Anyhow, while he was gone at various times, I would get antsy just sitting alone at the back table he wanted me to wait at, and got up to walk around and “use the restroom”.  At least that was my excuse, and I did end up giving one guy my phone number on the sly.  I was a little worried that Mr. Motorcycle would come back and get upset with me, though I don’t suppose he would have any real reason or right to.  He later claimed that one of his reasons for continuing to leave was to see who would try and talk with me, but I am not so sure about that. 

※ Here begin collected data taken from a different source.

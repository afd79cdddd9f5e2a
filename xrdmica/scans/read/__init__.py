"""From a diffractometer export to a Scan.

Every module of this package that has `matches(head, path)` and `read(data, path, column)` is a reader and is asked in the
order of its `RANK`; a new kind of file needs a new module and nothing else.
"""

from __future__ import annotations

import gzip
import importlib
import pkgutil
import zlib
from functools import lru_cache
from io import BytesIO
from pathlib import Path
from typing import Any

from xrdmica.errors import ScanError, SheetError
from xrdmica.radiation import Radiation
from xrdmica.scans.names import guess_from_name
from xrdmica.scans.read.axis import to_two_theta
from xrdmica.scans.read.finish import finish
from xrdmica.scans.read.raw import Axis, NotAScanError, RawScan
from xrdmica.scans.read.refuse import refuse_foreign, refuse_unknown
from xrdmica.scans.scan import Mount, RadiationOrigin, Scan
from xrdmica.scans.treatment import Treatment

__all__ = ["NotAScanError", "read_scan"]

_LARGEST = 200_000_000  # bytes
_HEAD = 65536


@lru_cache(maxsize=1)
def _readers() -> tuple[Any, ...]:
    modules = [importlib.import_module(f"{__name__}.{info.name}") for info in pkgutil.iter_modules(__path__)]
    readers = [module for module in modules if hasattr(module, "matches") and hasattr(module, "read")]
    return tuple(sorted(readers, key=lambda module: (getattr(module, "RANK", 50), module.__name__)))


def read_scan(
    path: str | Path,
    *,
    radiation: str | Radiation | None = None,
    radiation_origin: RadiationOrigin = "option",
    mount: Mount | None = None,
    treatment: str | Treatment | None = None,
    axis: Axis | None = None,
    column: str | None = None,
) -> Scan:
    """Read one diffractometer export.

    Parameters
    ----------
    path : str or Path
        Text table, powder CIF, XML or NeXus (HDF5), also packed with gzip.
    radiation : str or Radiation, optional
        Tube, such as ``"Cu"``, or wavelength [angstrom]; goes before what the header says. When neither says
        anything, Cu is assumed and a note of the scan says so.
    radiation_origin : str
        Where `radiation` was given.
    mount : str, optional
        ``"oriented"`` or ``"random"``; by default read from the file name, else random with a note.
    treatment : str or Treatment, optional
        State of the mount; by default read from the file name, else ``none`` with a note.
    axis : str, optional
        What the file gives its intensities against: ``"two_theta"`` [degree], ``"theta"`` [degree], ``"radians"``
        (two-theta), ``"d"`` [angstrom] or ``"q"`` [1/angstrom, unless the column says 1/nm].
    column : str, optional
        Name or number (from 1) of the column of intensities, for tables with many scans side by side.

    Returns
    -------
    Scan
        Angles rising, with notes on everything that had to be decided.

    Raises
    ------
    ScanError
        With one sentence that names the file and the line.
    """
    path = Path(path)
    tube = Radiation.parse(radiation) if isinstance(radiation, str) else radiation
    state = Treatment.parse(treatment) if isinstance(treatment, str) else treatment
    data = _content(path)
    if not data.strip(b"\x00 \t\r\n\xef\xbb\xbf"):
        raise ScanError(f"{path}: the file is empty", fix="export the scan again")
    head = data[:_HEAD]
    refuse_foreign(head, path)
    reader = next((module for module in _readers() if module.matches(head, path)), None)
    if reader is None:
        raise refuse_unknown(head, path)
    raw = to_two_theta(reader.read(data, path, column), str(path), axis, tube)
    guess = guess_from_name(path)
    if mount is None and state is None:
        mount, state, notes = _said_in_header(raw) or (guess.mount, guess.treatment, guess.notes)
        raw = raw.noted(*notes)
    elif mount is None:
        mount = "random" if state is not None and state.condition == "none" else "oriented"
    elif state is None:
        state = guess.treatment if guess.known else Treatment("none" if mount == "random" else "air_dried")
        raw = raw.noted(f"treatment was taken as {state.name}")
    assert state is not None
    return finish(raw, str(path), radiation=tube, radiation_origin=radiation_origin, mount=mount, treatment=state)


def _said_in_header(raw: RawScan) -> tuple[Mount, Treatment, tuple[str, ...]] | None:
    """Mount and treatment when the header gives both in the words of the sample sheet, as `write_scan_csv` does."""
    mounts: dict[str, Mount] = {"oriented": "oriented", "random": "random"}
    mount = mounts.get(raw.metadata.get("mount", ""))
    try:
        state = Treatment.parse(raw.metadata.get("treatment", ""))
    except SheetError:
        return None
    if mount is None:
        return None
    return mount, state, (f"mount {mount} and treatment {state.name} were read from the header of the file",)


def _content(path: Path) -> bytes:
    """All bytes of a file, unpacked when it is gzip."""
    try:
        if path.is_dir():
            raise ScanError(f"{path}: this is a folder", fix="name a file, or give the folder to the batch command")
        size = path.stat().st_size
        if size > _LARGEST:
            raise ScanError(f"{path}: the file has {size / 1e6:.0f} MB, the limit is 200", fix="export a single scan")
        data = path.read_bytes()
    except (FileNotFoundError, NotADirectoryError):
        raise ScanError(f"{path}: there is no such file", fix="check the name and the folder") from None
    except PermissionError:
        raise ScanError(f"{path}: no permission to read it", fix="ask its owner for the right to read it") from None
    except (OSError, ValueError) as problem:
        raise ScanError(f"{path}: it cannot be read", why=str(problem), fix="check the name and the disk") from None
    if not data.startswith(b"\x1f\x8b"):
        return data
    try:
        with gzip.open(BytesIO(data)) as packed:
            content = packed.read(_LARGEST + 1)
    except (OSError, EOFError, zlib.error):
        raise ScanError(f"{path}: the gzip archive is damaged", fix="pack or copy the file again") from None
    if len(content) > _LARGEST:
        raise ScanError(f"{path}: unpacked it is larger than 200 MB", fix="export a single scan")
    return content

I also spent some of my time texting back and forth with both my Fuck Buddy and the Referee.  There weren’t a whole lot of attractive people to socialize with at the party and they were both curious what I was up to.  The Referee wants to see me today, later.  He kept telling me he missed me and to think about HIM and take pics.

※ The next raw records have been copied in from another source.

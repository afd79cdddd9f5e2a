"""From what the first column of a file holds (spacings, q, theta, radians) to two-theta in degrees."""

from __future__ import annotations

from dataclasses import replace

import numpy as np

from xrdmica.errors import ScanError
from xrdmica.radiation import Radiation
from xrdmica.scans.read.raw import AXES, Axis, RawScan

__all__ = ["to_two_theta"]

_WORDS: dict[Axis, str] = {
    "two_theta": "two-theta in degrees", "theta": "theta, not two-theta", "radians": "angles in radians",
    "d": "d-spacings, not two-theta", "q": "values of q, not two-theta",
}  # fmt: skip


def to_two_theta(raw: RawScan, source: str, axis: Axis | None, radiation: Radiation | None) -> RawScan:
    """Bring a scan to two-theta in degrees.

    Parameters
    ----------
    raw : RawScan
        From a reader; `raw.axis` is what the file says its column is, None when it says nothing.
    source : str
        For messages.
    axis : str or None
        What the user says the column is; None for two-theta in degrees.
    radiation : Radiation or None
        Tube given by the user; else that of the header, else Cu. Spacings and q belong to its mean wavelength.

    Raises
    ------
    ScanError
        If the file says that the column is something else than the user, or values cannot be reached.
    """
    if axis is not None and axis not in AXES:
        raise ScanError(f"{source}: axis {axis!r} is not known", fix=f"choose one of {', '.join(AXES)}")
    asked: Axis = axis or "two_theta"
    if raw.axis is not None and raw.axis != asked:
        name = f"column {raw.axis_name!r}" if raw.axis_name else "the scan"
        where = f"{source}, line {raw.axis_line}" if raw.axis_line else source
        fix = f"add the option --axis {raw.axis} to have them converted"
        if raw.axis == "two_theta":
            fix = "leave out the option --axis"
        raise ScanError(f"{where}: {name} holds {_WORDS[raw.axis]}", fix=fix)
    values = raw.two_theta
    if asked == "two_theta":
        return raw
    if asked in ("theta", "radians"):
        return replace(raw, two_theta=2 * values if asked == "theta" else np.degrees(values)).noted(
            "two-theta is twice the theta of the file" if asked == "theta" else "angles were converted from radians to degrees"
        )
    bad = ~(np.isfinite(values) & (values > 0))
    if bad.any():
        raise ScanError(
            f"{source}, {raw.place(int(np.argmax(bad)))}: {values[int(np.argmax(bad))]:g} is no {asked} value",
            fix="remove the points that were not measured",
        )
    tube = radiation or raw.radiation or Radiation.tube("Cu")
    spacing = values if asked == "d" else 2 * np.pi / (values * raw.axis_scale)
    sine = tube.mean_wavelength / (2 * spacing)
    far = sine >= 1
    if far.any():
        at = int(np.argmax(far))
        raise ScanError(
            f"{source}, {raw.place(at)}: {asked} = {values[at]:g} cannot be reached with {tube.name}",
            fix="say the right radiation with --radiation and the right axis with --axis",
        )
    return replace(raw, two_theta=2 * np.degrees(np.arcsin(sine))).noted(
        f"two-theta was computed from {asked} with {tube.mean_wavelength:.5f} angstrom"
    )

My Fuck Buddy, and this is hilarious, had placed a Craigslist ad and I had responded to it!  I haven’t responded to a Craigslist ad in ages but had been playing around a bit on there earlier in the day and seen an ad looking for a girl with green eyes.  Hey, I fit the bill, lol 😉  Funny that it was from him because virtually every time I have placed an ad, he has answered it too!!  I know he likes my green eyes but it is amusing to me that he would specifically seek that out.  I guess we were bound to find each other on there eventually one way or another.

As the night went on we did talk to more people and dance quite a bit, so that was fun.  The sex was pretty great too, so no complaints there.  Well, other than that he didn’t cum after the second round.  He did the first time but it annoyed me that he seemed to not want to the second time.  That reduces the enjoyment for me and makes the sex not seem as good, plus I had to wonder what he was holding out for?  Hoping to sleep with someone else?  He was in bed with me all night, though that one woman he had slept with before, her husband did text at 4:30 in the morning.

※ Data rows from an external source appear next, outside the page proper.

"""NeXus and other HDF5 files: a list of intensities against two-theta, with the optional package h5py.

Names of groups and attributes are those of the NeXus definition (NXdata, signal, axes, default).
"""

from __future__ import annotations

import importlib.util
import json
import os
import subprocess
import sys
from io import BytesIO
from pathlib import Path
from typing import Any

import numpy as np

from xrdmica.errors import ScanError
from xrdmica.scans.read.header import counting_seconds, header_radiation
from xrdmica.scans.read.raw import IntensityUnit, NotAScanError, RawScan

__all__ = ["RANK", "matches", "read"]

RANK = 5
PATIENCE = 60.0  # seconds after which a file counts as damaged
_SIGNATURE = b"\x89HDF\r\n\x1a\n"
_FIX = "export the scan as two columns of text, two-theta and counts"


def matches(head: bytes, path: Path) -> bool:
    """Whether the file begins like HDF5."""
    return head.startswith(_SIGNATURE)


def read(data: bytes, path: Path, column: str | None = None) -> RawScan:
    """Read the default, or the first, scan of an HDF5 file.

    Parameters
    ----------
    data : bytes
        Content of the file.
    path : Path
        For messages.
    column : str or None
        Not used: the file says what is what.

    Raises
    ------
    ScanError
        If h5py is not installed, the file is damaged or holds no scan.
    """
    if not _installed():
        raise ScanError(
            f"{path}: this is an HDF5 (NeXus) file, and the package that reads these is not installed",
            fix='install it with: pip install "xrdmica[nexus]"',
        )
    arrays = _looked_at(data, path)
    said = json.loads(str(arrays["said"]))
    if "damage" in said:
        raise ScanError(f"{path}: this HDF5 file is damaged", why=said["damage"] or None, fix="copy or export the file again")
    if "axis" not in said:
        raise NotAScanError(f"{path}: this HDF5 file holds no list of intensities against two-theta", fix=_FIX)
    notes = []
    if said["lists"] > 1:
        notes = [f"the file holds {said['lists']} lists of intensities, {said['intensity_name']} was read"]
    unit: IntensityUnit = "unknown"
    word = said["unit"].lower()
    if "counts" in word or word in ("cps", "1/s"):
        unit = "counts per second" if "/s" in word or "cps" in word else "counts"
    items = said["items"]
    radiation, conflict = header_radiation(items)
    return RawScan(
        arrays["axis"], arrays["intensity"], arrays.get("sigma"), unit, counting_seconds(items), radiation, conflict, None, items,
        tuple(notes), said["axis"], 0.1 if "nm" in said["axis_unit"] else 1.0, said["axis_name"],
    )  # fmt: skip


def _installed() -> bool:
    try:
        return importlib.util.find_spec("h5py") is not None
    except ValueError:
        return False


def _looked_at(data: bytes, path: Path) -> dict[str, Any]:
    """Answer of the process that opens the file."""
    command = [sys.executable, "-m", "xrdmica.scans.read.hdf5_child"]
    environment = {**os.environ, "PYTHONPATH": os.pathsep.join(filter(None, sys.path))}
    try:
        done = subprocess.run(command, input=data, capture_output=True, timeout=PATIENCE, env=environment, check=True)
        with np.load(BytesIO(done.stdout), allow_pickle=False) as archive:
            return {name: archive[name] for name in archive.files}
    except subprocess.TimeoutExpired:
        why = "looking into it does not come to an end"
    except (subprocess.CalledProcessError, OSError, ValueError, EOFError):
        why = "the library that reads it gave up"
    raise ScanError(f"{path}: this HDF5 file is damaged", why=why, fix="copy or export the file again")
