"""One sentence for files that are no scan that can be read, judged by their first bytes."""

from __future__ import annotations

from pathlib import Path

from xrdmica.errors import ScanError
from xrdmica.scans.read.raw import NotAScanError

__all__ = ["refuse_foreign", "refuse_unknown"]

_EXPORT = "export the scan from the diffractometer as two columns of text, two-theta and counts"
# first bytes of common containers (published file signatures)
_SIGNATURES: tuple[tuple[bytes, str], ...] = (
    (b"PK\x03\x04", "a zip container, perhaps a spreadsheet workbook, and these are not read"),
    (b"\xd0\xcf\x11\xe0", "an office document in binary form, and these are not read"),
    (b"%PDF", "a PDF document and holds no scan that can be read"),
    (b"\x89PNG", "a picture and holds no scan that can be read"),
    (b"\xff\xd8\xff", "a picture and holds no scan that can be read"),
    (b"BZh", "a bzip2 archive, and only gzip is unpacked here"),
    (b"\xfd7zXZ", "an xz archive, and only gzip is unpacked here"),
)


def refuse_foreign(head: bytes, path: Path) -> None:
    """Raise for content that no reader should try.

    Parameters
    ----------
    head : bytes
        First bytes of the file.
    path : Path
        For the message.

    Raises
    ------
    ScanError
        If the content is a known container or a web page.
    """
    for signature, words in _SIGNATURES:
        if head.startswith(signature):
            raise ScanError(f"{path}: this is {words}", fix=_EXPORT)
    start = head[:2048].lstrip(b"\xef\xbb\xbf \t\r\n").lower()
    if start.startswith((b"<!doctype html", b"<html")) or b"<html" in start:
        raise NotAScanError(
            f"{path}: this is a web page (HTML), not a scan",
            fix="download the file itself instead of the page that shows it",
        )


def refuse_unknown(head: bytes, path: Path) -> ScanError:
    """The sentence for a file that no reader recognises."""
    return ScanError(f"{path}: this is a binary file of a kind that is not known here", fix=_EXPORT)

Oh, and we had sex in the pitch dark, which was good because I tore during the anal episode with the Referee and it still hasn’t healed.  I had been afraid of him noticing that.  It still hurts!!  The Referee says he won’t try anal again with me.  I’m not mad or anything just don’t want to do it again.  He’s pretty thick and I just don’t think my body can handle it.

Speaking of the Referee, I also noticed HE put a picture of me on his profile that was taken in my Halloween costume with Mr. Motorcycle!  It’s just of me, doesn’t show my face and only shows my ass.  Still, he knows damn well it was taken with another man!  Why would he put that on HIS profile?  SMDH….men, I swear.  I don’t even know if I sent him that pic or if he just pilfered it off Mr. Motorcycle’s profile?  WTF?  Haha….

Anyhow, I don’t have a lot of time to type.  My computer is on the blitz again and I am at the library, but wanted to give an update and share my latest odd happenings.  Hope you all had a great weekend!  Hopefully I’ll be off to see the Referee soon.